Google recieved record number of data requests: 4,677 in latest transparency report

Google’s latest transparency report displays a continued increase in data requests the company received from government authorities.
Google’s latest transparency report displays a continued increase in data requests the company received from government authorities.

Google's latest transparency report displays a continued increase in data requests the company received from government authorities. During the period from January 2015 until June 2015, the search giant received 4,677 requests for user data from law enforcement agencies worldwide, the largest number of data requests that the company has ever received.

“Usage of our services have increased every year, and so have the user data request numbers,” a Google blog post about the report.
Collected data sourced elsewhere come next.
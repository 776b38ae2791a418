// Shared steps for the browser tests.
import { expect, type Page } from '@playwright/test';

export const MAIL_URL = process.env.RW_E2E_MAIL_URL ?? 'http://127.0.0.1:1280';
export const SCREENSHOTS = 'test-results/screenshots';

export const DEMO = {
  member: { email: 'member@kestrelfen.example', password: 'bench-demo-member' },
  technician: { email: 'tech@kestrelfen.example', password: 'bench-demo-tech' },
  admin: { email: 'admin@kestrelfen.example', password: 'bench-demo-admin' },
};

export async function signIn(page: Page, who: { email: string; password: string }) {
  await page.goto('/sign-in');
  await page.getByLabel('E-mail').fill(who.email);
  await page.getByLabel('Password', { exact: true }).fill(who.password);
  await page.getByRole('button', { name: /sign in/i }).click();
  await expect(page).not.toHaveURL(/sign-in/);
}

interface MaildevMail {
  subject: string;
  to: { address: string }[];
  text?: string;
}

/** Polls maildev's REST API until a mail to `address` whose subject matches arrives. */
export async function waitForMail(address: string, subject: RegExp, timeoutMs = 20_000): Promise<MaildevMail> {
  const deadline = Date.now() + timeoutMs;
  for (;;) {
    const res = await fetch(`${MAIL_URL}/api/email?to.address=${encodeURIComponent(address)}`);
    const mails = (await res.json()) as MaildevMail[];
    const found = mails.find((m) => subject.test(m.subject));
    if (found) return found;
    if (Date.now() > deadline) {
      throw new Error(`No mail to ${address} matching ${subject} within ${timeoutMs} ms; got: ${mails.map((m) => m.subject).join(' | ')}`);
    }
    await new Promise((r) => setTimeout(r, 500));
  }
}

/** CDK drag in a real browser: press, move in steps, release, then wait for the preview to go. */
export async function dragTo(page: Page, from: ReturnType<Page['locator']>, to: ReturnType<Page['locator']>) {
  await from.scrollIntoViewIfNeeded();
  const a = await from.boundingBox();
  const b = await to.boundingBox();
  const viewport = page.viewportSize();
  if (!a || !b || !viewport) throw new Error('drag source or target is not visible');
  // Aim at a point of the target lane that is inside the viewport.
  const targetX = b.x + b.width / 2;
  const targetY = Math.min(Math.max(b.y + 40, 80), Math.min(b.y + b.height - 10, viewport.height - 20));
  await page.mouse.move(a.x + a.width / 2, a.y + a.height / 2);
  await page.mouse.down();
  await page.mouse.move(a.x + a.width / 2 + 10, a.y + a.height / 2 + 10, { steps: 5 });
  await page.mouse.move(targetX, targetY, { steps: 20 });
  await page.mouse.move(targetX, targetY + 5, { steps: 5 });
  await page.mouse.up();
  await expect(page.locator('.cdk-drag-preview')).toHaveCount(0);
}
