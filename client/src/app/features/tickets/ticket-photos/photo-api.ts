import { HttpClient, HttpContext, HttpEventType } from '@angular/common/http';
import { Injectable, inject } from '@angular/core';
import { Observable, filter, map } from 'rxjs';
import { PhotoStage, TicketPhoto } from '@contracts/photos';
import { HANDLES_OWN_ERRORS } from '../../../core/http/api-error';

/** Upload progress: 0-100 while sending, then the stored photo. */
export type PhotoUpload = { kind: 'progress'; percent: number } | { kind: 'done'; photo: TicketPhoto };

/** The photo routes of a ticket (`/api/tickets/:tag/photos`). */
@Injectable({ providedIn: 'root' })
export class PhotoApi {
  private readonly http = inject(HttpClient);

  list(tag: string, stage: PhotoStage): Observable<{ items: TicketPhoto[] }> {
    return this.http.get<{ items: TicketPhoto[] }>(`/api/tickets/${encodeURIComponent(tag)}/photos`, { params: { stage } });
  }

  /** Sends one photo with progress events; the component shows the error itself. */
  upload(tag: string, stage: PhotoStage, file: File): Observable<PhotoUpload> {
    const form = new FormData();
    form.append('stage', stage);
    form.append('photo', file, file.name);
    return this.http
      .post<TicketPhoto>(`/api/tickets/${encodeURIComponent(tag)}/photos`, form, {
        reportProgress: true,
        observe: 'events',
        context: new HttpContext().set(HANDLES_OWN_ERRORS, true),
      })
      .pipe(
        filter((e) => e.type === HttpEventType.UploadProgress || e.type === HttpEventType.Response),
        map((e): PhotoUpload =>
          e.type === HttpEventType.Response
            ? { kind: 'done', photo: e.body as TicketPhoto }
            : { kind: 'progress', percent: e.total ? Math.round((100 * e.loaded) / e.total) : 0 },
        ),
      );
  }
}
Transparency reports have become an essential tool for privacy advocates to learn more about the extent of digital criminal investigations, as a rising number of tech companies are publishing reports, including Facebook, Twitter, Yahoo, WordPress, Microsoft, Cisco, Reddit, Snapchat, Github, and CloudFlare, among others.

The latest report measured Foreign Intelligence Surveillence Act (FISA) requests, National Security Letters (NSLs) are requests, and criminal investigation requests such as requests requiring search warrants and subpoenas.

During the time period, U.S. authorities made 12,523 requests for user data involving 27,157 accounts. Seventy-nine percent of the requests resulted in the search company turning over data to authorities.

Omer Tene, vice president of research and education at the International Association of Privacy Professionals (IAPP) noted that European countries such as Germany and France submit significantly more government requests than U.S., relative to the population. “This puts in perspective the concerns of European privacy regulators over data transfers to the U.S.,” he wrote in an email to SCMagazine.com.

Tene also observed that countries such as Russia and Turkey -- both of which boast strong security services -- made a limited number of data requests.